*** PROVIDED RECORDS ***
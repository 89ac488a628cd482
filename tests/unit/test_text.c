/* SPDX-License-Identifier: GPL-3.0-or-later */
/* test_text.c: the growing string, UTF-8 at its borders, escapes of hostile text, nearest words. */
#include "base/text.h"

#include <string.h>

#include "base/base.h"
#include "base/mem.h"
#include "unit.h"

static void growing(void)
{
    struct text t = TEXT_INIT;
    CU_ASSERT_STRING_EQUAL(text_s(&t), "");
    for (int i = 0; i < 1000; i++)
        text_addf(&t, "%03d,", i);
    CU_ASSERT_EQUAL(t.length, 4000);
    CU_ASSERT_EQUAL(strlen(text_s(&t)), 4000);
    CU_ASSERT_EQUAL(memcmp(text_s(&t) + 4 * 517, "517,", 4), 0);
    char *taken = text_take(&t);
    CU_ASSERT_STRING_EQUAL(taken + 3996, "999,");
    CU_ASSERT(t.s == NULL && t.length == 0);
    mem_free(taken);
    text_add_n(&t, "a\0b", 3);
    CU_ASSERT_EQUAL(t.length, 3);
    text_clear(&t);
    CU_ASSERT_STRING_EQUAL(text_s(&t), "");
    text_release(&t);
}

/* RFC 3629, section 4: the borders of each range, and one step beyond */
static void utf8_borders(void)
{
    static const struct {
        const char *s;
        uint32_t code;
    } good[] = {{"\x7f", 0x7F},
                {"\xc2\x80", 0x80},
                {"\xdf\xbf", 0x7FF},
                {"\xe0\xa0\x80", 0x800},
                {"\xed\x9f\xbf", 0xD7FF},
                {"\xee\x80\x80", 0xE000},
                {"\xef\xbf\xbf", 0xFFFF},
                {"\xf0\x90\x80\x80", 0x10000},
                {"\xf4\x8f\xbf\xbf", 0x10FFFF}};
    static const char *const bad[] = {"\x80",
                                      "\xc1\xbf",
                                      "\xe0\x9f\xbf",
                                      "\xed\xa0\x80",
                                      "\xf0\x8f\xbf\xbf",
                                      "\xf4\x90\x80\x80",
                                      "\xf5\x80\x80\x80",
                                      "\xe2\x82",
                                      "\xe2\x82\x41",
                                      "\xff"};
    for (size_t i = 0; i < COUNT_OF(good); i++) {
        uint32_t code = 0;
        CU_ASSERT_EQUAL(text_utf8_step(good[i].s, strlen(good[i].s), &code), strlen(good[i].s));
        CU_ASSERT_EQUAL(code, good[i].code);
        CU_ASSERT_EQUAL(text_columns(good[i].s), 1);
    }
    for (size_t i = 0; i < COUNT_OF(bad); i++) {
        CU_ASSERT_EQUAL(text_utf8_step(bad[i], strlen(bad[i]), NULL), 0);
        CU_ASSERT_FALSE(text_is_utf8(bad[i], strlen(bad[i])));
    }
    CU_ASSERT_EQUAL(text_utf8_step("", 0, NULL), 0);
    CU_ASSERT(text_is_utf8("", 0));
}

static void escaped(void (*add)(struct text *, const char *), const char *s, const char *want)
{
    struct text t = TEXT_INIT;
    add(&t, s);
    CU_ASSERT_STRING_EQUAL(text_s(&t), want);
    CU_ASSERT(text_is_utf8(text_s(&t), t.length));
    text_release(&t);
}

static void hostile_text(void)
{
    escaped(text_add_html, "</script>\xff\"'", "&lt;/script&gt;\xef\xbf\xbd&quot;&#39;");
    escaped(text_add_json, "\b\f\r\t\x1f\x7f/", "\"\\b\\f\\r\\t\\u001f\x7f/\"");
    escaped(text_add_json, "a\xc0z", "\"a\xef\xbf\xbdz\"");
    escaped(text_add_line, "\x1b[2J\xc2\x9b\n\x7f\xe2\x80\xa8\xc3\xa9",
            "\\u001b[2J\\u009b\\u000a\\u007f\\u2028\xc3\xa9");
    escaped(text_add_csv, "plain; text", "plain; text");
    escaped(text_add_csv, "\"", "\"\"\"\"");
    escaped(text_add_csv, "a\nb", "\"a\nb\"");
    escaped(text_add_csv, "a\rb", "\"a\rb\"");
    escaped(text_add_csv, "", "");
}

static void padding_counts_characters(void)
{
    struct text t = TEXT_INIT;
    text_pad_to(&t, "\xc3\xa9t\xc3\xa9", 5);
    text_pad_to(&t, "ab", -4);
    text_pad_to(&t, "too long", 3);
    CU_ASSERT_STRING_EQUAL(text_s(&t), "\xc3\xa9t\xc3\xa9    abtoo long");
    text_release(&t);
}

static void nearest_is(const char *word, const char *const *list, const char *want)
{
    const char *got = text_nearest(word, list);
    CU_ASSERT(got != NULL && strcmp(got, want) == 0);
}

static void nearest(void)
{
    static const char *const list[] = {"emax", "linear", "log_linear", "sd", NULL};
    static const char *const none[] = {NULL};
    nearest_is("emxa", list, "emax");     /* one exchange */
    nearest_is("lineer", list, "linear"); /* one substitution */
    nearest_is("loglinear", list, "log_linear");
    nearest_is("s", list, "sd");                     /* 1 is allowed for short words */
    CU_ASSERT_PTR_NULL(text_nearest("eamx2", list)); /* two changes in five letters */
    CU_ASSERT_PTR_NULL(text_nearest("", list));
    CU_ASSERT_PTR_NULL(text_nearest("emax", none));
}

static const struct unit_test tests[] = {
    {"a growing string", growing},
    {"UTF-8 at the borders of its ranges", utf8_borders},
    {"escapes of hostile text", hostile_text},
    {"padding counts characters", padding_counts_characters},
    {"nearest words", nearest},
    UNIT_END,
};

int main(void)
{
    return unit_main("text", tests);
}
*** End of PROVIDED RECORDS ***
Print the records once more, exactly as written.

repository 89ac488a628cd482
filename tests/unit/test_text.c
/* SPDX-License-Identifier: GPL-3.0-or-later */
/* test_text.c: the growing string, UTF-8 at its borders, escapes of hostile text, nearest words. */
#include "base/text.h"

#include <string.h>

#include "base/base.h"
#include "base/mem.h"
#include "unit.h"

static void growing(void)
{
    struct text t = TEXT_INIT;
    CU_ASSERT_STRING_EQUAL(text_s(&t), "");
    for (int i = 0; i < 1000; i++)
        text_addf(&t, "%03d,", i);
    CU_ASSERT_EQUAL(t.length, 4000);
    CU_ASSERT_EQUAL(strlen(text_s(&t)), 4000);
    CU_ASSERT_EQUAL(memcmp(text_s(&t) + 4 * 517, "517,", 4), 0);
    char *taken = text_take(&t);
    CU_ASSERT_STRING_EQUAL(taken + 3996, "999,");
    CU_ASSERT(t.s == NULL && t.length == 0);
    mem_free(taken);
    text_add_n(&t, "a\0b", 3);
    CU_ASSERT_EQUAL(t.length, 3);
    text_clear(&t);
    CU_ASSERT_STRING_EQUAL(text_s(&t), "");
    text_release(&t);
}

/* RFC 3629, section 4: the borders of each range, and one step beyond */
static void utf8_borders(void)
{
    static const struct {
        const char *s;
        uint32_t code;
    } good[] = {{"\x7f", 0x7F},
                {"\xc2\x80", 0x80},
                {"\xdf\xbf", 0x7FF},
                {"\xe0\xa0\x80", 0x800},
                {"\xed\x9f\xbf", 0xD7FF},
                {"\xee\x80\x80", 0xE000},
                {"\xef\xbf\xbf", 0xFFFF},
                {"\xf0\x90\x80\x80", 0x10000},
                {"\xf4\x8f\xbf\xbf", 0x10FFFF}};
    static const char *const bad[] = {"\x80",
                                      "\xc1\xbf",
                                      "\xe0\x9f\xbf",
                                      "\xed\xa0\x80",
                                      "\xf0\x8f\xbf\xbf",
                                      "\xf4\x90\x80\x80",
                                      "\xf5\x80\x80\x80",
                                      "\xe2\x82",
                                      "\xe2\x82\x41",
                                      "\xff"};
    for (size_t i = 0; i < COUNT_OF(good); i++) {
        uint32_t code = 0;
        CU_ASSERT_EQUAL(text_utf8_step(good[i].s, strlen(good[i].s), &code), strlen(good[i].s));
        CU_ASSERT_EQUAL(code, good[i].code);
        CU_ASSERT_EQUAL(text_columns(good[i].s), 1);
    }
    for (size_t i = 0; i < COUNT_OF(bad); i++) {
        CU_ASSERT_EQUAL(text_utf8_step(bad[i], strlen(bad[i]), NULL), 0);
        CU_ASSERT_FALSE(text_is_utf8(bad[i], strlen(bad[i])));
    }
    CU_ASSERT_EQUAL(text_utf8_step("", 0, NULL), 0);
    CU_ASSERT(text_is_utf8("", 0));
}

static void escaped(void (*add)(struct text *, const char *), const char *s, const char *want)
{
    struct text t = TEXT_INIT;
    add(&t, s);
    CU_ASSERT_STRING_EQUAL(text_s(&t), want);
    CU_ASSERT(text_is_utf8(text_s(&t), t.length));
    text_release(&t);
}

static void hostile_text(void)
{
    escaped(text_add_html, "</script>\xff\"'", "&lt;/script&gt;\xef\xbf\xbd&quot;&#39;");
    escaped(text_add_json, "\b\f\r\t\x1f\x7f/", "\"\\b\\f\\r\\t\\u001f\x7f/\"");
    escaped(text_add_json, "a\xc0z", "\"a\xef\xbf\xbdz\"");
    escaped(text_add_line, "\x1b[2J\xc2\x9b\n\x7f\xe2\x80\xa8\xc3\xa9",
            "\\u001b[2J\\u009b\\u000a\\u007f\\u2028\xc3\xa9");
    escaped(text_add_csv, "plain; text", "plain; text");
    escaped(text_add_csv, "\"", "\"\"\"\"");
    escaped(text_add_csv, "a\nb", "\"a\nb\"");
    escaped(text_add_csv, "a\rb", "\"a\rb\"");
    escaped(text_add_csv, "", "");
}

static void padding_counts_characters(void)
{
    struct text t = TEXT_INIT;
    text_pad_to(&t, "\xc3\xa9t\xc3\xa9", 5);
    text_pad_to(&t, "ab", -4);
    text_pad_to(&t, "too long", 3);
    CU_ASSERT_STRING_EQUAL(text_s(&t), "\xc3\xa9t\xc3\xa9    abtoo long");
    text_release(&t);
}

static void nearest_is(const char *word, const char *const *list, const char *want)
{
    const char *got = text_nearest(word, list);
    CU_ASSERT(got != NULL && strcmp(got, want) == 0);
}

static void nearest(void)
{
    static const char *const list[] = {"emax", "linear", "log_linear", "sd", NULL};
    static const char *const none[] = {NULL};
    nearest_is("emxa", list, "emax");     /* one exchange */
    nearest_is("lineer", list, "linear"); /* one substitution */
    nearest_is("loglinear", list, "log_linear");
    nearest_is("s", list, "sd");                     /* 1 is allowed for short words */
    CU_ASSERT_PTR_NULL(text_nearest("eamx2", list)); /* two changes in five letters */
    CU_ASSERT_PTR_NULL(text_nearest("", list));
    CU_ASSERT_PTR_NULL(text_nearest("emax", none));
}

static const struct unit_test tests[] = {
    {"a growing string", growing},
    {"UTF-8 at the borders of its ranges", utf8_borders},
    {"escapes of hostile text", hostile_text},
    {"padding counts characters", padding_counts_characters},
    {"nearest words", nearest},
    UNIT_END,
};

int main(void)
{
    return unit_main("text", tests);
}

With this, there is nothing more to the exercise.